Saturday 30 November 2019

A Letter from England - November 2019

Dear Friends,

Just now people in England are much concerned with two related matters: a forthcoming general election and Brexit—the United Kingdom’s secession from the European Union.
The outcome of the referendum held on 23 June 2016 (to decide on our continued membership) was very close: 52% in favour of leaving to 48% against, with an unusually large turnout of 72%. One might have expected general acceptance of the result, and our politicians to have set about implementing the expressed will of the people. Alas, the reality has been otherwise.
The closeness of the result was one problem. If those who voted leave had travelled in coaches to vote, only one or two on each would have needed to change their mind for the outcome to have been quite the opposite. To complicate matters, the pattern of voting was not uniform across the Kingdom. Voters in Scotland and Northern Ireland preferred the remain option, the result provoking a renewal of the Scottish National campaign for secession from the United Kingdom, and fuelling unease in the nationalist community in Northern Ireland.

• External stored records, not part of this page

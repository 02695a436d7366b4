"""Line profiles stored before they were capped: keep at most MAX_PROFILE_SAMPLES points.

The statistics of the line are unchanged (they were computed from every sample); only the
stored profile shrinks, keeping the coldest and hottest sample of each stretch.
"""

import numpy as np
from django.db import migrations


def cap_profiles(apps, schema_editor):
    from survey.thermal.marks import MAX_PROFILE_SAMPLES, profile_extremes

    Mark = apps.get_model("survey", "Mark")
    for mark in Mark.objects.filter(kind="line").only("id", "stats").iterator(chunk_size=200):
        profile = (mark.stats or {}).get("profile") or []
        if len(profile) <= MAX_PROFILE_SAMPLES:
            continue
        distances = np.array([point[0] for point in profile], dtype=np.float64)
        values = np.array(
            [np.nan if point[1] is None else point[1] for point in profile], dtype=np.float64
        )
        distances, values = profile_extremes(distances, values)
        mark.stats["profile"] = [
            [float(d), None if np.isnan(v) else float(v)]
            for d, v in zip(distances, values, strict=True)
        ]
        Mark.objects.filter(pk=mark.pk).update(stats=mark.stats)


class Migration(migrations.Migration):
    dependencies = [("survey", "0012_signin_throttle")]

    operations = [migrations.RunPython(cap_profiles, migrations.RunPython.noop)]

Since the UK and Ireland joined the EU the border between them has been so open as to be merely notional for most purposes: a great benefit to both communities following decades of ‘the Troubles.’ A new ‘hard’ border is no welcome prospect. 
A further, and perhaps more challenging, problem was in interpreting the result of the referendum: What did ‘Brexit’ actually mean?  The terms ‘hard’ and ‘soft’ Brexit were bandied about to describe the various options, such as maintaining, or not, a customs union or a single market with the EU or making a clean break and building a new relationship from scratch with the EU. Those at the extreme ‘leave’ end of the spectrum of opinion declared that anything other than a ‘hard Brexit’ was no Brexit at all, and therefore the country had clearly chosen the hard variety, whilst it was clear that Members of Parliament who, whilst accepting the result of the referendum would have for the most part preferred to remain, did not accept this interpretation, declaring it to be potantially ruinous. 

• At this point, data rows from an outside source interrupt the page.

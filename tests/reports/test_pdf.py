"""The PDF read back: sections, numbers, cautions, page numbers, pictures and digests."""

import re
from types import SimpleNamespace

import numpy as np
import pytest

from reports.document import render_pdf
from reports.models import Report, ReportVersion
from survey.models import Conditions, Finding, Survey
from survey.services.findings import finding_create, finding_suggest
from survey.services.marks import mark_add, mark_update
from tests.factories import make_thermogram
from tests.reports.conftest import (
    COLD_C,
    EMISSIVITY,
    REFLECTED_C,
    SOUND_C,
    kind_survey,
    render_hand_built,
)
from tests.reports.helpers import dew_point_c, flat, object_c, pdf_text, surface_rh_pct

NUMBER = r"(−?\d+\.\d)"  # negative numbers print with a true minus sign (U+2212)


def render(survey: Survey, *, draft: bool = True):
    report = Report.objects.create(organization=survey.organization, survey=survey, number="R-T1")
    version = ReportVersion.objects.create(report=report, version=1, is_draft=draft)
    return render_pdf(version)


@pytest.fixture(scope="module")
def hand_built(django_db_setup, django_db_blocker, tmp_path_factory):
    """The hand-built survey rendered once for the whole module, as a draft and as an issued
    version, with the digest of its results; its rows are rolled back afterwards."""
    media = str(tmp_path_factory.mktemp("media"))
    renders = render_hand_built(django_db_blocker, media, drafts=(True, False))
    return SimpleNamespace(draft=renders[True], final=renders[False], digest=renders["digest"])


@pytest.fixture
def rendered(hand_built):
    return hand_built.draft


def test_it_lays_out_cover_contents_header_and_page_numbers(rendered):
    """Cover facts; contents with the page each section starts on; header; "page n of N"."""
    text = rendered.text
    pages = text.split("\f")[: rendered.page_count]
    cover = flat(pages[0])
    for fact in [
        "Harbour Lane Housing Co-op",
        "Block C, 14 Harbour Lane",
        "Building envelope",
        "14 January 2026",
        "Northwind Thermal",
        "Theo Thermographer",
        "Thermography certificate, level 2",
        "Rita Reviewer",
        "R-T1",
    ]:
        assert fact in cover
    for title in [
        "Verification",
        "Summary",
        "Survey conditions",
        "Method",
        "Thermograms",
        "Heat loss",
        "Limitations and cautions",
        "References",
    ]:
        match = re.search(rf"^{title} ?[. ]+(\d+)$", pages[1], re.MULTILINE)
        assert match, f"{title} missing from the contents"
        page = int(match.group(1))
        assert title in pages[page - 1], f"{title} is not on page {page}"
    reader = rendered.reader
    total = len(reader.pages)
    assert total == rendered.page_count
    for number, page in enumerate(reader.pages[1:], start=2):
        assert f"page {number} of {total}" in page.extract_text()
        assert "Harbour Lane Housing Co-op · Report R-T1 draft" in pages[number - 1]
    assert "page 1 of" not in pages[0]


def test_it_prints_the_corrected_numbers_of_a_hand_built_survey(rendered):
    """Mark B's corrected value, ΔT against A, dew point, surface RH and fRsi match
    scipy/psychrolib; the straddling RH interval reads "cannot tell"."""
    corrected_cold = object_c(COLD_C, EMISSIVITY, REFLECTED_C)  # scipy Planck 8–14 µm
    corrected_sound = object_c(SOUND_C, EMISSIVITY, REFLECTED_C)
    dew = dew_point_c(20.0, 50.0)  # psychrolib, indoor air of the envelope_survey fixture
    rh = surface_rh_pct(20.0, 50.0, corrected_cold)
    text = rendered.text
    row = re.search(
        rf"^\s*B point\s+0\.93 /\s+12\.0 ·\s+{NUMBER}\s+{NUMBER}\s+{NUMBER}"
        rf"\s+{NUMBER}\s+(\d+)\s%\s+(\d\.\d\d) \((\d\.\d\d)\)\s*$",
        text,
        re.MULTILINE,
    )
    assert row, "row of mark B not found"
    row_values = [value.replace("−", "-") for value in row.groups()]
    corrected, _uncertainty, delta_t, dew_printed, rh_printed, factor, needed = row_values
    assert float(corrected) == pytest.approx(corrected_cold, abs=0.06)
    # Hottest to hottest: B's max minus A's max (A is uniform, so its max is its mean).
    assert float(delta_t) == pytest.approx(corrected_cold - corrected_sound, abs=0.06)
    assert float(dew_printed) == pytest.approx(dew, abs=0.06)
    assert int(rh_printed) == pytest.approx(rh, abs=0.6)
    # fRsi = (θsi − θe)/(θi − θe) by hand with −5 °C outside; fRsi,min 0.705
    # (docs/references.md § Building envelope, computed).
    assert float(factor) == pytest.approx((corrected_cold + 5.0) / 25.0, abs=0.006)
    assert float(needed) == pytest.approx(0.705, abs=0.006)
    flat_text = flat(text)
    cells = rendered.cells
    assert "rise over mark A, hottest to hottest" in cells
    # 87 % with ±2.5 K: the interval reaches both 80 % and 100 % (ILAC-G8 guarded acceptance).
    assert "condensation cannot tell within the camera's accuracy" in cells
    assert "± is the expanded uncertainty at k = 2 (about 95 %)" in flat_text
    assert "Inside–outside difference 25.0 K" in flat_text  # 20 − (−5), the fixture's air
    assert "Conditions check" in flat_text and "not recorded" in flat_text
    assert "start time not recorded" in flat_text


@pytest.mark.parametrize(
    ("kind", "phrases"),
    [
        # The wording each caution must carry comes from the list of cautions.
        ("envelope", ["moisture meter", "not their causes", "local codes", "indicative"]),
        ("roof", ["fall protection", "moisture meter", "local codes"]),
        ("electrical", ["qualified persons", "protective equipment", "local codes"]),
        ("mechanical", ["not their causes", "local codes"]),
    ],
)
def test_it_prints_the_cautions_of_each_survey_kind(org, site, thermographer, kind, phrases):
    """Limitations and cautions are always present and chosen by the survey's kind."""
    survey = kind_survey(org, site, thermographer, kind)
    text = flat(pdf_text(render(survey).pdf))
    cautions = text[text.rindex("Limitations and cautions") :]
    for phrase in phrases:
        assert phrase in cautions


def test_it_prints_the_load_correction_of_an_electrical_survey(electrical_report_survey):
    """65 % load and a finding judged with n = 1.5: the report prints that n, the measured
    rise first and the full-load rise beside it, and never says the square law is always
    used. 20 K·(100/65)^1.5 = 38.2 K (computed by hand)."""
    Finding.objects.filter(survey=electrical_report_survey).update(
        load_exponent=1.5, corrected_rise_c=38.2, rise_method="hottest_to_hottest"
    )
    text = flat(pdf_text(render(electrical_report_survey).pdf))
    assert "load was 65 % of rating" in text
    assert "(used here: n = 1.5)" in text
    assert "20.0 K measured, 38.2 K at full load (n = 1.5)" in text
    assert "factor 2.37" not in text and "(100 / 65)2" not in text
    assert "1 act now" in text and "re-terminate the L2 lug" in text


def test_it_marks_drafts_and_issued_versions_differently(hand_built):
    """A draft says it is not issued; an issued version says its file is never changed."""
    draft = flat(hand_built.draft.text)
    final = flat(hand_built.final.text)
    assert "Draft, not issued" in draft and "Issued version" not in draft
    assert "Issued version" in final and "Draft, not issued" not in final


def test_it_embeds_print_size_jpegs_and_the_digest_of_the_survey_data(hand_built):
    """Pictures go in as JPEG of about 170 dpi of their printed width; the data digest too."""
    rendered = hand_built.draft
    reader = rendered.reader
    widths = []
    for page in reader.pages:
        for image in page.images:
            if image.indirect_reference.get_object().get("/Filter") == "/DCTDecode":
                widths.append(image.image.width)
    # 100 mm at 170 dpi = 669 px (thermogram); 34 mm = 228 px (summary thumbnail).
    assert 669 in widths and 228 in widths
    assert max(widths) <= 700
    expected = hand_built.digest
    assert rendered.content_sha256 == expected
    assert expected in rendered.text.replace("\n", "")


def test_it_reports_a_survey_without_conditions_or_thermograms(org, site, thermographer):
    """An empty survey still renders, saying what was not recorded."""
    survey = kind_survey(org, site, thermographer, "roof")
    assert not Conditions.objects.filter(survey=survey).exists()
    text = flat(pdf_text(render(survey).pdf))
    assert "No conditions were recorded." in text
    assert "0 thermograms examined; 0 findings." in text


def test_it_draws_the_trend_of_an_asset_seen_before(electrical_report_survey, thermographer):
    """An asset with an earlier visit gets its history chart beside its thermogram."""

    finding = Finding.objects.get(survey=electrical_report_survey)
    earlier = kind_survey(
        electrical_report_survey.organization,
        electrical_report_survey.site,
        thermographer,
        "electrical",
    )
    Finding.objects.create(
        organization=earlier.organization,
        survey=earlier,
        asset=finding.asset,
        category="connection",
        basis="similar",
        level=3,
        corrected_rise_c=6.0,
    )
    Finding.objects.filter(pk=finding.pk).update(basis="similar", corrected_rise_c=20.0)
    text = flat(pdf_text(render(electrical_report_survey).pdf))
    assert "Rise at Main switchboard MSB-1" in text
    assert "History of Main switchboard MSB-1 across visits" in text


def test_it_computes_the_workspace_readings_from_one_query_of_marks(
    report_survey, django_assert_max_num_queries
):
    """The report's readings equal thermogram_readings (B's ΔT against A); marks fetched once."""
    from reports.results import json_safe, readings_by_thermogram
    from survey.services.readings import thermogram_readings

    thermograms = list(report_survey.thermograms.prefetch_related("marks"))
    # One query at most: the survey's conditions (for dew point and surface RH).
    with django_assert_max_num_queries(1):
        readings = readings_by_thermogram(report_survey, thermograms)
    (thermogram,) = thermograms
    expected = json_safe(thermogram_readings(thermogram))
    assert readings == {thermogram.pk: expected}
    assert [r["label"] for r in expected] == ["A", "B"] and expected[1]["reference"] == "A"


def test_it_puts_the_garbage_collector_thresholds_back_after_a_render(org, site, thermographer):
    """render_pdf collects less often while it runs, then restores gc's thresholds."""
    import gc

    before = gc.get_threshold()
    render(kind_survey(org, site, thermographer, "roof"))
    assert gc.get_threshold() == before


def test_it_prints_condensation_as_such_with_its_margin(org, site, thermographer):
    """22 °C / 55 % air at a 10 °C surface is 118 % [computed, psychrolib;
    docs/references.md § Psychrometrics]: printed "≥ 100 % (condensation)" with the margin
    below the dew point and its ±, never as 118 %."""

    survey = kind_survey(org, site, thermographer, "envelope")
    Conditions.objects.create(survey=survey, indoor_air_c=22.0, indoor_rh_pct=55.0)
    field = np.full((20, 30), 10.0, dtype=np.float32)
    thermogram = make_thermogram(survey, field, emissivity=1.0)
    mark = mark_add(thermogram=thermogram, kind="rectangle", points=[[2, 2], [12, 12]], user=None)
    mark_update(mark=mark, user=None, name="sill")
    cells = flat(pdf_text(render(survey).pdf, layout=False))
    assert "≥ 100 % (condensation)" in cells
    assert "118 %" not in cells
    assert re.search(r"K below the dew point", cells)
    assert "A (sill)" in cells


def test_it_prints_a_wet_area_with_its_spread_and_a_missing_survey_time(org, site, thermographer):
    """A roof finding's wet area is printed with its ±; a roof survey without a start time
    says so in the summary, with the night-survey check not recorded."""

    survey = kind_survey(org, site, thermographer, "roof")
    survey.ifov_mrad = 1.309
    survey.save()
    Conditions.objects.create(survey=survey)
    thermogram = make_thermogram(survey, np.full((40, 60), 6.0), distance_m=20.0)
    mark = mark_add(thermogram=thermogram, kind="rectangle", points=[[2, 2], [51, 31]], user=None)
    suggestion = finding_suggest(survey=survey, basis="roof", marks=[mark])
    finding_create(
        survey=survey,
        user=thermographer.user,
        category="wet_insulation",
        suggestion=suggestion,
        marks=[mark],
    )
    values = suggestion["values"]
    text = pdf_text(render(survey).pdf, layout=False)
    cells = flat(text)
    area = f"Wet area {values['wet_area_m2']:.2f} ± {values['wet_area_u_m2']:.2f} m²"
    assert area in cells
    summary = flat(text[text.index("Summary\n") : text.index("What to do first")])
    assert "start time not recorded" in summary
    assert "surveyed at night not recorded" in summary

The   first deal brought back to them by new Prime Minister Theresa May after negotiations with the EU was neither a fully hard deal nor a fully soft one. It was rejected repeatedly by MPs from both ends of the spectrum, and opinions were hardening all the time. At length Mrs May left office and a new Prime Minister, Boris Johnson, replaced her, promising to get the job done. He negotiated a modified deal which, although just approved by Parliament, brought new concerns which delayed its implementation—at which Mr Johnson called a General Election in the hope of increasing his majority and forcing the deal through.
After three-and-a-half years of delay here is much exasperation with the political establishment. To a large extent the usual political party loyalties appear to have been replaced by allegiances to the ‘leave’ or ‘remain’ camps. There are growing concerns about the nature of the Irish Border and indeed the future status of Northern Ireland, the prospect of Scottish secession, the possibilities for new trade deals and the outlook for British industry after Brexit. 
In all this it is surprising that no-one has bothered to ask those one or two coach passengers whether they have changed their mind yet. Perhaps we should.